Learn more: Authorship in artificial intelligence-generated works
Bias
is about underlying preference leading to a distortion of facts. Bias in AI models refers to output errors caused by skewed training data or by algorithms selecting irrelevant or misleading data traits over meaningful patterns. Such bias can cause models to produce inaccurate, offensive, or misleading predictions.
Big data
A wide-ranging field of research that deals with large datasets. The field has grown rapidly over the past couple of decades as computer systems became capable of storing and analysing the vast amounts of data increasingly being collected about our lives and our planet. A key challenge in big data is working out how to generate useful insights from the data without inappropriately compromising the privacy of the people to whom the data relates.
Learn more: Data science and AI glossary | The Alan Turing Institute
Copyright
provides protection for any intellectual property by ensuring that it cannot be copied or altered without the permission of the copyright holder. Copyright does not need to be officially registered; the act of creating a work is enough for it to be protected.
Copyright Statement | Coventry University
Data
IBM define data as a collection of facts, numbers, words, observations or other useful information. This is used to create predictive models and map out patterns to support decision making.
Hallucinations
is the term used to describe when where large language models generate factually inaccurate or illogical answers due to the training data and architecture
Large language model, or LLM
An AI model trained on mass amounts of text data uses computer algorithms to analyse or synthesise human speech and text. The algorithms look for linguistic patterns in how sentences and paragraphs are constructed, and how the words, context and structure work together to create meaning this allows it to forecast the next most probable word and generate novel content in human-like language.
Machine learning
is a branch of artificial intelligence where it is possible to use elaborate algorithms to teach a particular machine to perform a tasks. There are different types of machine learning for including,
Deep learning: A subfield of machine learning, which uses multiple parameters to recognise complex patterns in pictures, sound and text. The process is inspired by the human brain and uses artificial neural networks to create patterns.
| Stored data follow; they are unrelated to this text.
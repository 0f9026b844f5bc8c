// A complete flow case read from a case file: fluid, geometry, formulation,
// boundary conditions by role, numerics and outputs.
#pragma once

#include "meshes/geometry.h"
#include "solver/formulation/kinematics.h"
#include "solver/input/case_file.h"
#include "solver/input/fluid_section.h"

#include <cmath>
#include <memory>
#include <string>
#include <vector>

namespace lentus::input
{
  /// Declares Geometry, Flow, Boundary conditions, Nonlinear solver, Linear solver, Output.
  void declare_flow_case(CaseSchema &schema);

  /// One boundary condition on one role.
  struct BoundaryCondition
  {
    enum class Type
    {
      no_slip,       ///< u = 0
      moving_wall,   ///< u = wall velocity + rotation
      pressure,      ///< fully developed: tangential u = 0, normal stress = -p
      traction_free, ///< sigma n = 0 ("do-nothing")
      symmetry,      ///< u . n = 0, zero tangential traction
      axis,          ///< r = 0: u_r = 0, u_theta = 0
      inflow,        ///< fully developed profile of the fluid's own law carrying a set flow rate
      uniform_inflow, ///< the same normal speed into the domain across the role
      impeller       ///< turns with the impeller at the rotation speed (at rest in the impeller's frame)
    };
    std::string role;
    Type        type;
    double      pressure  = 0.; ///< [Pa], for Type::pressure
    double      flow_rate = 0.; ///< into the domain, [m^3/s] (axisymmetric) or [m^2/s] (planar), for Type::inflow
    double      speed     = 0.; ///< normal speed into the domain [m/s], for Type::uniform_inflow
  };

  struct FlowCase
  {
    /// Angular velocity of the impeller, 2 pi N [rad/s].
    double impeller_omega() const { return 2. * M_PI * rotation_speed; }

    std::string                        case_file;
    std::string                        case_name;   ///< file name without folder and extension
    Fluid                              fluid;
    std::string                        shape_name;
    std::vector<double>                shape_values;  ///< dimensions of a catalogue shape
    std::string                        mesh_file;     ///< Gmsh mesh: the file, as found from the working directory
    std::unique_ptr<meshes::Geometry>  geometry;
    unsigned int                       refinement = 0;
    FormulationKind                    formulation = FormulationKind::planar;
    bool                               inertia = false;
    double                             gravity[2] = {0., 0.}; ///< [m/s^2], mesh components
    std::vector<BoundaryCondition>     conditions;
    double                             wall_velocity[2] = {0., 0.}; ///< [m/s] for moving walls
    double                             rotation_rate = 0.;          ///< [rad/s] for moving walls
    double                             rotation_speed = 0.;         ///< N [rev/s] of the Impeller roles
    bool                               impeller_frame = false;      ///< solve in the impeller's rotating frame
    double                             metzner_otto_constant = 11.5; ///< k_s [-]: effective shear rate k_s N
    double                             dead_zone_fraction = 0.01;   ///< dead: slower than this x tip speed [-]
    unsigned int                       velocity_degree = 2;
    // Nonlinear solver
    double       relative_tolerance = 1e-8;
    double       absolute_tolerance = 1e-12;
    unsigned int max_iterations     = 60;
    double       picard_until       = 1e-2; ///< Picard while residual / initial residual is above this
    unsigned int max_picard_steps   = 10;
    bool         continuation       = true;
    int          mesh_sequencing    = -1; ///< levels solved first on coarser meshes; -1: automatic
    // Linear solver
    std::string  linear_solver = "automatic"; ///< automatic | direct | iterative
    unsigned int direct_limit  = 250000;      ///< DoFs up to which "automatic" chooses direct
    // Output
    std::string output_folder;
    bool        write_fields = true;
    std::string complete_text; ///< every key with its value, for the record
  };

  /// Reads and validates a flow case; throws InputError with file, line and key.
  FlowCase read_flow_case(const CaseFile &file);

  /// Reads only what the mesh needs into `flow` (case name, shape, dimensions or mesh
  /// file, refinement, formulation, velocity degree), checked as read_flow_case does;
  /// no fluid or boundary conditions are needed. Throws InputError.
  void read_geometry(const CaseFile &file, FlowCase &flow);
} // namespace lentus::input
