#include "solver/input/flow_case.h"

#include "meshes/gmsh_mesh.h"
#include "solver/errors.h"

#include <algorithm>
#include <cmath>
#include <filesystem>
#include <map>
#include <set>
Diffusion: A method of machine learning that takes an existing piece of data, like a photo, and adds random noise. Diffusion models train their networks to re-engineer or recover that photo.
Natural language processing
A branch of AI that uses machine learning and deep learning to give computers the ability to understand, analyse, manipulate, and potentially generate human language, often using learning algorithms, statistical models and linguistic rules.
Neural networks
A mathematical system, that creates predictions by finding statistical patterns in data. It consists of layers of artificial neurons: The first layer receives the input data, and the last layer outputs the results, the middle layers determine what type of network it is.
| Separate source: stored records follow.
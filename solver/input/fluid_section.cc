#include "solver/input/fluid_section.h"

#include "rheology/law_registry.h"
#include "solver/errors.h"
#include "solver/input/section_keys.h"

#include <cmath>

namespace lentus::input
{
  namespace
  {
    const std::string section = "Rheology";

    /// The fluid's keys outside the law tables (which the registry declares itself).
    struct FluidScalars
    {
      std::optional<double> density, heat_capacity, thermal_conductivity;

      void bind(SectionKeys &keys)
      {
        keys.optional_real("Density", density, rheology::Range::above(0.),
                           "rho [kg/m^3]: mass density of the fluid; needed with inertia, gravity, a mass flow rate "
                           "or the energy equation.");
        keys.optional_real("Heat capacity", heat_capacity, rheology::Range::above(0.),
                           "c_p [J/(kg K)]: specific heat capacity at constant pressure; needed with the energy "
                           "equation (Heat/Energy equation).");
        keys.optional_real("Thermal conductivity", thermal_conductivity, rheology::Range::above(0.),
                           "k [W/(m K)]: thermal conductivity; needed with the energy equation.");
      }
    };

    /// The temperature of the fluid; its own section, so that a fluid-only file may set it.
    struct FluidTemperature
    {
      std::optional<double> temperature;

      void bind(SectionKeys &keys)
      {
        keys.optional_real("Temperature", temperature, rheology::Range::above(0.),
                           "T [K]: temperature of the fluid; needed when a temperature shift is selected.");
      }
    };
    const std::string temperature_section = "Operating point";

    std::string documentation_of(const rheology::ParameterInfo &parameter)
    {
      return parameter.symbol + " [" + parameter.unit + "]: " + parameter.meaning + "." +
             (parameter.has_default() ? "" : " Required when this law is selected.");
    }

    /// Values of the parameters given in `subsection`, by key.
    rheology::ParameterValues given_values(const CaseFile &file,
                                           const std::string &subsection,
                                           const std::vector<rheology::ParameterInfo> &table)
    {
      rheology::ParameterValues values;
      for (const rheology::ParameterInfo &parameter : table)
        {
          const std::string path = subsection + "/" + parameter.key;
          if (file.is_set(path))
            values[parameter.key] = file.get_real(path);
        }
      return values;
    }
  } // namespace

  void declare_fluid(CaseSchema &schema)
  {
    const auto &laws = rheology::registry();
    schema.declare(section + "/Viscosity law", "", ValueKind::selection(laws.names()),
                   "Which eta(gamma_dot) law the fluid follows; its parameters are set in the subsection of "
                   "the same name. Formulas and units: lentus laws.");
    for (const rheology::LawInfo &law : laws.laws())
      for (const rheology::ParameterInfo &parameter : law.parameters)
        schema.declare(section + "/" + law.name + "/" + parameter.key,
                       parameter.has_default() ? rheology::format_value(parameter.default_value) : "",
                       ValueKind::real(parameter.range), documentation_of(parameter));

    std::vector<std::string> shift_names;
    for (const rheology::ShiftInfo &shift : rheology::TemperatureShift::catalogue())
      shift_names.push_back(shift.name);
    schema.declare(section + "/Temperature shift", "none", ValueKind::selection(shift_names),
                   "Time-temperature superposition of the law: eta(gamma_dot, T) = a_T eta(a_T gamma_dot, T_ref). "
                   "Its parameters are set in the subsection of the same name.");
    for (const rheology::ShiftInfo &shift : rheology::TemperatureShift::catalogue())
      for (const rheology::ParameterInfo &parameter : shift.parameters)
        schema.declare(section + "/" + shift.name + "/" + parameter.key, "", ValueKind::real(parameter.range),
                       documentation_of(parameter));

    declare_section<FluidScalars>(schema, section);
    declare_section<FluidTemperature>(schema, temperature_section);
  }

  Fluid read_fluid(const CaseFile &file, const std::optional<double> temperature)
  {
    Fluid fluid;
    const std::string law_key = section + "/Viscosity law";
    fluid.law_name            = file.get(law_key);
    if (fluid.law_name.empty())
      file.fail(law_key, "missing", "one of " + [] {
                  std::string list;
                  for (const std::string &name : rheology::registry().names())
                    list += (list.empty() ? "" : ", ") + name;
                  return list;
                }());

    const rheology::LawInfo &law        = rheology::registry().find(fluid.law_name);
    const std::string        law_section = section + "/" + fluid.law_name;
    try
      {
        const auto resolved = rheology::resolve_parameters(law.parameters, given_values(file, law_section, law.parameters),
                                                           "viscosity law " + law.name);
        for (std::size_t i = 0; i < resolved.size(); ++i)
          fluid.parameters[law.parameters[i].key] = resolved[i];
        fluid.reference_law = law.create(resolved);
      }
    catch (const rheology::InvalidParameter &error)
      {
        file.fail(law_section + "/" + error.key, error.problem, error.allowed);
      }

    fluid.shift_name                 = file.get(section + "/Temperature shift");
    const std::string shift_section = section + "/" + fluid.shift_name;
    for (const rheology::ShiftInfo &info : rheology::TemperatureShift::catalogue())
      if (info.name == fluid.shift_name)
        try
          {
            fluid.shift = rheology::TemperatureShift::create(info.name, given_values(file, shift_section, info.parameters));
          }
        catch (const rheology::InvalidParameter &error)
          {
            file.fail(shift_section + "/" + error.key, error.problem, error.allowed);
          }

    const std::string temperature_key = temperature_section + "/Temperature";
    fluid.temperature  = temperature ? temperature : read_section<FluidTemperature>(file, temperature_section).temperature;
    fluid.shift_factor = 1.;
    if (fluid.shift.kind() != rheology::TemperatureShift::Kind::none)
      {
        if (!fluid.temperature)
          file.fail(temperature_key, "missing; the temperature shift " + fluid.shift_name + " needs it",
                    "a temperature > 0 K");
        try
          {
            fluid.shift_factor = fluid.shift.factor(*fluid.temperature);
            fluid.law          = rheology::shifted(fluid.reference_law, fluid.shift_factor);
          }
        catch (const rheology::InvalidParameter &error)
          {
            if (temperature)
              throw InputError("command line", 0, "--temperature = " + error.value_text + ": " + error.problem +
                                                    "; allowed: " + error.allowed);
            file.fail(temperature_key, error.problem, error.allowed);
          }
      }
    else
      fluid.law = fluid.reference_law;

    const FluidScalars scalars = read_section<FluidScalars>(file, section);
    fluid.density              = scalars.density;
    fluid.heat_capacity        = scalars.heat_capacity;
    fluid.thermal_conductivity = scalars.thermal_conductivity;
    return fluid;
  }
} // namespace lentus::input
For examples see The Neural Network Zoo - The Asimov Institute
Some of the most common ones are:
Convolutional neural network (CNN or ConvNet): A network architecture for deep learning that learns directly from data. CNNs are particularly useful for finding patterns in images to recognise objects, classes, and categories. They can also be quite effective for classifying audio, time-series, and signal data.
Generative adversarial networks, or GANs: A generative AI model composed of two neural networks to generate new data: a generator and a discriminator. The generator creates new content, and the discriminator checks the output against the original. This can be used to create realistic ‘deepfake’ images, which is difficult to distinguish from the data it is trained on.
Open Source Software
is software with source code that anyone can inspect, modify, and enhance.
Optimisation
in the context of mathematics, engineering, and various fields including machine learning and AI, refers to the process of finding the best solution or the most favourable outcome among a set of possible choices or configurations. The goal of optimisation is to either maximise or minimise a particular objective or criterion while adhering to a set of constraints or limitations.
Output
The ICO define AI outputs as the result generated by an artificial intelligence system after processing input data. For example:
Predictions: forecasting weather conditions or predicting stock market trends.
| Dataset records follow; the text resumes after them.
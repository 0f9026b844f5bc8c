// Case files in deal.II's ParameterHandler format, checked against a schema
// of our own so that every problem is reported with file, line, key, the value
// found and what is allowed.
#pragma once

#include "solver/input/value_kind.h"

#include <map>
#include <memory>
#include <string>
#include <utility>
#include <vector>

namespace lentus::input
{
  /// One declared key; `path` is "Section/Subsection/Key".
  struct KeyDeclaration
  {
    std::string path;
    std::string default_value; ///< "" means "not set" (required where used)
    ValueKind   kind;
    std::string documentation; ///< meaning and unit
  };

  /// Throws InputError (file, line, key) unless `value` suits the key. An empty value is bad input
  /// too: it would silently stand for the default or for "not set", which its writer cannot have meant.
  void check_value(const std::string &file, int line, const KeyDeclaration &declaration, const std::string &value);

  /// Every section and key a case file may contain.
  class CaseSchema
  {
  public:
    /// Declares a key. `path` is "Section/.../Key".
    void declare(const std::string &path,
                 const std::string &default_value,
                 const ValueKind &kind,
                 const std::string &documentation);

    const KeyDeclaration *find(const std::string &path) const;
    bool                  has_section(const std::string &section_path) const;
    std::vector<std::string> keys_in(const std::string &section_path) const;
    std::vector<std::string> subsections_in(const std::string &section_path) const;
    const std::vector<KeyDeclaration> &keys() const { return declarations; }

  private:
    std::vector<KeyDeclaration> declarations;
  };

  /// A parsed and validated case file. Paths are "Section/.../Key".
  class CaseFile
  {
  public:
    /// Reads `file`, checks syntax, sections, keys and value kinds, applies
    /// `overrides` ("Section/Key=value", from the command line).
    /// Throws InputError naming file, line and key.
    static CaseFile read(const std::string &file,
                         const CaseSchema &schema,
                         const std::vector<std::string> &overrides = {});

    /// The same from text; `name` stands for the file in messages.
    static CaseFile parse(const std::string &text,
                          const std::string &name,
                          const CaseSchema &schema,
                          const std::vector<std::string> &overrides = {});

    /// True if the key was given a non-empty value in the file or an override.
    bool is_set(const std::string &path) const;

    /// The value given, else the declared default.
    std::string get(const std::string &path) const;

    /// The value as a real number; throws InputError if it is not set.
    double get_real(const std::string &path) const;

    /// The schema's declaration of a key (its kind, default and meaning).
    const KeyDeclaration &declaration(const std::string &path) const;

    /// Line of the key's `set`; else of its section's `subsection`; else 0.
    int line_of(const std::string &path) const;

    /// Where a key's value came from: the file and the line of its `set`, or
    /// InputError::command_line_overrides and 0.
    std::pair<std::string, int> place_of(const std::string &path) const;

    /// Throws InputError "file:line: path = value: problem; allowed: allowed".
    [[noreturn]] void fail(const std::string &path, const std::string &problem, const std::string &allowed) const;

    const std::string &file_name() const { return name; }

    /// The complete case (every declared key with its value) in the same format.
    std::string complete_text() const;

  private:
    struct Given
    {
      std::string value;
      int         line; ///< 0 for command-line overrides
    };

    std::string                        name;
    const CaseSchema                  *schema = nullptr;
    std::map<std::string, Given>       given;
    std::map<std::string, int>         section_lines;
  };
} // namespace lentus::input
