#include "solver/input/value_kind.h"

#include <algorithm>
#include <cctype>
#include <cerrno>
#include <cmath>
#include <cstdlib>

namespace lentus::input
{
  ValueKind ValueKind::real(const rheology::Range &range)
  {
    ValueKind kind;
    kind.type  = Type::real;
    kind.range = range;
    return kind;
  }

  ValueKind ValueKind::integer(const long lower, const long upper)
  {
    ValueKind kind;
    kind.type        = Type::integer;
    kind.range.lower = static_cast<double>(lower);
    kind.range.upper = static_cast<double>(upper);
    return kind;
  }

  ValueKind ValueKind::selection(const std::vector<std::string> &choices)
  {
    ValueKind kind;
    kind.type    = Type::selection;
    kind.choices = choices;
    return kind;
  }

  ValueKind ValueKind::boolean()
  {
    ValueKind kind;
    kind.type = Type::boolean;
    return kind;
  }

  ValueKind ValueKind::text()
  {
    return ValueKind();
  }

  ValueKind ValueKind::real_list(const rheology::Range &range)
  {
    ValueKind kind;
    kind.type  = Type::real_list;
    kind.range = range;
    return kind;
  }

  std::string trim(const std::string &text)
  {
    const auto first = text.find_first_not_of(" \t\r\n");
    if (first == std::string::npos)
      return "";
    const auto last = text.find_last_not_of(" \t\r\n");
    return text.substr(first, last - first + 1);
  }

  std::optional<double> parse_real(const std::string &raw)
  {
    const std::string text = trim(raw);
    if (text.empty())
      return std::nullopt;
    // strtod also reads hexadecimal and "nan"; a case file should not.
    for (const char c : text)
      if (!(std::isdigit(static_cast<unsigned char>(c)) || c == '.' || c == '-' || c == '+' || c == 'e' ||
            c == 'E' || c == 'i' || c == 'n' || c == 'f' || c == 'I' || c == 'N' || c == 'F'))
        return std::nullopt;
    errno          = 0;
    char        *end = nullptr;
    const double value = std::strtod(text.c_str(), &end);
    if (end != text.c_str() + text.size() || std::isnan(value) || (errno == ERANGE && std::isinf(value)))
      return std::nullopt;
    return value;
  }

  std::vector<std::string> split_list(const std::string &text)
  {
    std::vector<std::string> items;
    std::size_t              start = 0;
    while (start <= text.size())
      {
        const auto comma = text.find(',', start);
        const auto end   = comma == std::string::npos ? text.size() : comma;
        items.push_back(trim(text.substr(start, end - start)));
        if (comma == std::string::npos)
          break;
        start = comma + 1;
      }
    if (items.size() == 1 && items[0].empty())
      items.clear();
    return items;
  }

  std::optional<std::string> ValueKind::problem(const std::string &raw) const
  {
    const std::string value = trim(raw);
    switch (type)
      {
        case Type::text:
          return std::nullopt;
        case Type::boolean:
          if (value == "true" || value == "false")
            return std::nullopt;
          return std::string("not a truth value");
        case Type::selection:
          if (std::find(choices.begin(), choices.end(), value) != choices.end())
            return std::nullopt;
          return std::string("not a known choice");
        case Type::integer:
          {
            const auto number = parse_real(value);
            if (!number || std::floor(*number) != *number)
              return std::string("not an integer");
            if (!range.contains(*number))
              return std::string("out of range");
            return std::nullopt;
          }
        case Type::real:
          {
            const auto number = parse_real(value);
            if (!number)
              return std::string("not a real number");
            if (!range.contains(*number))
              return std::string("out of range");
            return std::nullopt;
          }
        case Type::real_list:
          {
            const auto items = split_list(value);
            if (items.empty())
              return std::string("an empty list");
            for (const std::string &item : items)
              {
                const auto number = parse_real(item);
                if (!number)
                  return "item '" + item + "' is not a real number";
                if (!range.contains(*number))
                  return "item '" + item + "' is out of range";
              }
            return std::nullopt;
          }
      }
    return std::nullopt;
  }

  std::string ValueKind::describe() const
  {
    switch (type)
      {
        case Type::text:
          return "any text";
        case Type::boolean:
          return "true or false";
        case Type::selection:
          {
            std::string list;
            for (const std::string &choice : choices)
              list += (list.empty() ? "" : ", ") + choice;
            return "one of " + list;
          }
        case Type::integer:
          return "an integer from " + rheology::format_value(range.lower) + " to " +
                 rheology::format_value(range.upper);
        case Type::real:
          return range.describe();
        case Type::real_list:
          return "a comma-separated list of " + range.describe() + " values";
      }
    return "";
  }

  std::size_t edit_distance(const std::string &a, const std::string &b)
  {
    std::vector<std::size_t> previous(b.size() + 1), current(b.size() + 1);
    for (std::size_t j = 0; j <= b.size(); ++j)
      previous[j] = j;
    for (std::size_t i = 1; i <= a.size(); ++i)
      {
        current[0] = i;
        for (std::size_t j = 1; j <= b.size(); ++j)
          {
            const bool same = std::tolower(static_cast<unsigned char>(a[i - 1])) ==
                              std::tolower(static_cast<unsigned char>(b[j - 1]));
            current[j] = std::min({previous[j] + 1, current[j - 1] + 1, previous[j - 1] + (same ? 0 : 1)});
          }
        std::swap(previous, current);
      }
    return previous[b.size()];
  }
} // namespace lentus::input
Recommendations: Suggesting products or content based on user preferences.
Decisions: Automated decisions in applications like loan approvals or medical diagnoses
Prompts
this is the set of instructions given to AI that define the task. Prompts that include specific details, clear boundaries and expectations generally produce better results.
Examples from Microsoft: Create effective prompts
Semi-supervised
A training approach that uses a small amount of labelled data combined with a larger amount of unlabelled data to build models.
Training data
The datasets used to help AI models learn, including text, images, code or data. What quality of this data impacts the reliability of the response.